Visual report Eyal Sivan DISSENT! session

“Shot and counter shot do not imply any form of similarity or equality but they pose a question.” According to Jean-Luc Godard, montage, as well as the essence of cinema, doesn’t really consist to put one image in juxtaposition or in opposition to another or to draw together heterogeneous elements. On the contrary, montage aims to create a space of thought in which the possibility exists that one reality inhabits another.

This stance also characterises Godard’s approach to two recurrent themes that form a constant thread throughout his oeuvre: the Jewish question and the Palestinian question.

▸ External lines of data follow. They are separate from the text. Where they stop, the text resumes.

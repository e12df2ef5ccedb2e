"""Write a self-contained report of a result or sweep file (HTML, or Markdown with PNG files).

The report holds the inputs, the effective tensor with its uncertainty, the
comparison with mixing rules and bounds, field-enhancement statistics, every figure,
the solver record and the high-voltage cautions. HTML embeds the figures (and links
their PNG and SVG files, written to <report>_figures/); Markdown links them.

example:
  dipolearray report runs/capacitor-film.h5
  dipolearray report runs/fraction-sweep-sweep.h5 --format markdown --output runs/sweep.md
"""

from __future__ import annotations

import json


def add_arguments(p):
    """Arguments of ``report``."""
    p.add_argument("path", help="HDF5 result (dipolearray solve) or sweep (dipolearray sweep) file")
    p.add_argument("--output", help="report file (default: next to the input, .html or .md)")
    p.add_argument("--format", default="html", help="html (default, self-contained) or markdown")
    p.add_argument("--overwrite", action="store_true", help="replace an existing report")
    p.add_argument(
        "--resolution", type=int, default=161, help="field-slice grid points per side (default 161)"
    )
    p.add_argument("--quiet", action="store_true", help="no progress bar, no output")
    p.add_argument("--json", action="store_true", help="print the written paths as JSON")


def run(args) -> int:
    """Run ``report``."""
    from ..report import write_report
    from ._progress import StageBar

    bar = StageBar(enabled=not args.json and not args.quiet)
    try:
        out = write_report(
            args.path,
            args.output,
            format=args.format,
            overwrite=args.overwrite,
            resolution=args.resolution,
            progress=bar,
        )
    finally:
        bar.close()
    if args.json:
        print(
            json.dumps(
                {
                    "report": str(out["report"]),
                    "kind": out["kind"],
                    "figures": [
                        {"name": f["name"], "png": str(f["png"]), "svg": str(f["svg"])}
                        for f in out["figures"]
                    ],
                },
                indent=2,
            )
        )
    elif not args.quiet:
        print(f"wrote {out['report']} ({out['kind']} report, {len(out['figures'])} figure(s))")
    return 0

The Jewish issue and the Palestinian issue, Jew and Muslim: bringing up these connections promptly instigate criticism and discord.

This “forbidden montage” is the central theme of the eponymous online project (montageinterdit.net) developed by documentary filmmaker Eyal Sivan. The project aim to generate reflections about montage and its possible meanings within a political debate.

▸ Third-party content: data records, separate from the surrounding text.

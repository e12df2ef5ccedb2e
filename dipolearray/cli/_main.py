from __future__ import annotations

import argparse
import importlib
import sys

EXIT_OK = 0
EXIT_UNEXPECTED = 1
EXIT_BAD_INPUT = 2
EXIT_NOT_CONVERGED = 3
EXIT_SCHEMA = 4

COMMANDS = {
    "solve": "dipolearray.cli._solve",
    "check": "dipolearray.cli._check",
    "arrange": "dipolearray.cli._arrange",
    "sweep": "dipolearray.cli._sweep",
    "spectrum": "dipolearray.cli._spectrum",
    "inspect": "dipolearray.cli._inspect",
    "figures": "dipolearray.cli._figures",
    "report": "dipolearray.cli._report",
}


def _parser():
    from .._version import __version__

    p = argparse.ArgumentParser(
        prog="dipolearray",
        description="Coupled-dipole engine for particle-filled dielectrics.",
        epilog="Example: dipolearray solve configs/capacitor_film.toml --overwrite && "
        "dipolearray report runs/capacitor-film.h5",
    )
    p.add_argument("--version", action="version", version=f"dipolearray {__version__}")
    p.add_argument("--traceback", action="store_true", help="show the full traceback on errors")
    sub = p.add_subparsers(dest="command", metavar="COMMAND")
    for name, modname in COMMANDS.items():
        mod = importlib.import_module(modname)
        doc = (mod.__doc__ or "").strip()
        first = doc.splitlines()[0] if doc else name
        sp = sub.add_parser(
            name,
            help=first,
            description=doc,
            formatter_class=argparse.RawDescriptionHelpFormatter,
        )
        sp.add_argument("--traceback", action="store_true", help="show the full traceback on errors")
        mod.add_arguments(sp)
        sp.set_defaults(_module=mod)
    return p


def main(argv=None) -> int:
    """Run the command line with ``argv`` (default ``sys.argv[1:]``); return the exit code."""
    from ..errors import ConvergenceError, InputError, SchemaError

    parser = _parser()
    args = parser.parse_args(argv)
    if not getattr(args, "command", None):
        parser.print_help()
        return EXIT_BAD_INPUT
    import warnings

    def _one_line(message, category, filename, lineno, file=None, line=None):
        print(f"warning: {message}", file=sys.stderr)

    try:
        with warnings.catch_warnings():
            warnings.showwarning = _one_line
            return int(args._module.run(args))
    except InputError as exc:
        code, msg = EXIT_BAD_INPUT, f"error: {exc}"
    except ConvergenceError as exc:
        code, msg = EXIT_NOT_CONVERGED, f"error: {exc}"
    except SchemaError as exc:
        code, msg = EXIT_SCHEMA, f"error: {exc}"
    except KeyboardInterrupt:
        code, msg = 130, "interrupted"
    except Exception as exc:  # noqa: BLE001 - the CLI turns every failure into one line
        code, msg = EXIT_UNEXPECTED, f"unexpected error: {type(exc).__name__}: {exc}"
    if args.traceback:
        import traceback

        traceback.print_exc()
    print(msg, file=sys.stderr)
    return code


def entry() -> None:
    """Console-script entry point."""
    sys.exit(main())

According to Sivan, by using a databank of fragments from Godard’s work, the project seeks to “show that the islamophobia and racism now spreading through Europe have their roots in the Jewish question and antisemitism”.

In this DISSENT! session Sivan discusses what this “forbidden montage” consists of. What does it mean to bring two elements together and weigh one up against the other with the aid of a montage as, dixit Godard, “the scales of justice”?

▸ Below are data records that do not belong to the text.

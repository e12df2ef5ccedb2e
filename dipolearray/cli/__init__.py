"""Command line: ``dipolearray <command> ...``.

Commands are a table of lazily imported modules, each with ``add_arguments(parser)``
and ``run(args) -> int``; their docstrings are the help text. :func:`main` takes
``argv`` so tests call it in-process.

Exit codes: 0 success, 2 bad input or config, 3 solve did not converge, 4 unreadable
result file, 1 unexpected error (``--traceback`` shows it).
"""

from ._main import EXIT_BAD_INPUT, EXIT_NOT_CONVERGED, EXIT_OK, EXIT_SCHEMA, main

__all__ = ["main", "EXIT_OK", "EXIT_BAD_INPUT", "EXIT_NOT_CONVERGED", "EXIT_SCHEMA"]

Eyal Sivan is a documentary film maker and theoretician. Born in September 1964 in Haïfa Israel, Eyal Sivan grew up in Jerusalem before moving to Paris in 1985. From early on in his career, his writing and films have critically examined Israeli society and the occupation of Palestine, as well as broader themes of national identity, collective memory and civil disobedience. Recent projects include “Common state”, a reflection on the one-state solution for the Israeli-Palestinian conflict, and “A Common Archive for 1948 Palestine”, which seeks to bring together testimonies of Palestinian refugees and Zionist perpetrators of the Nakba.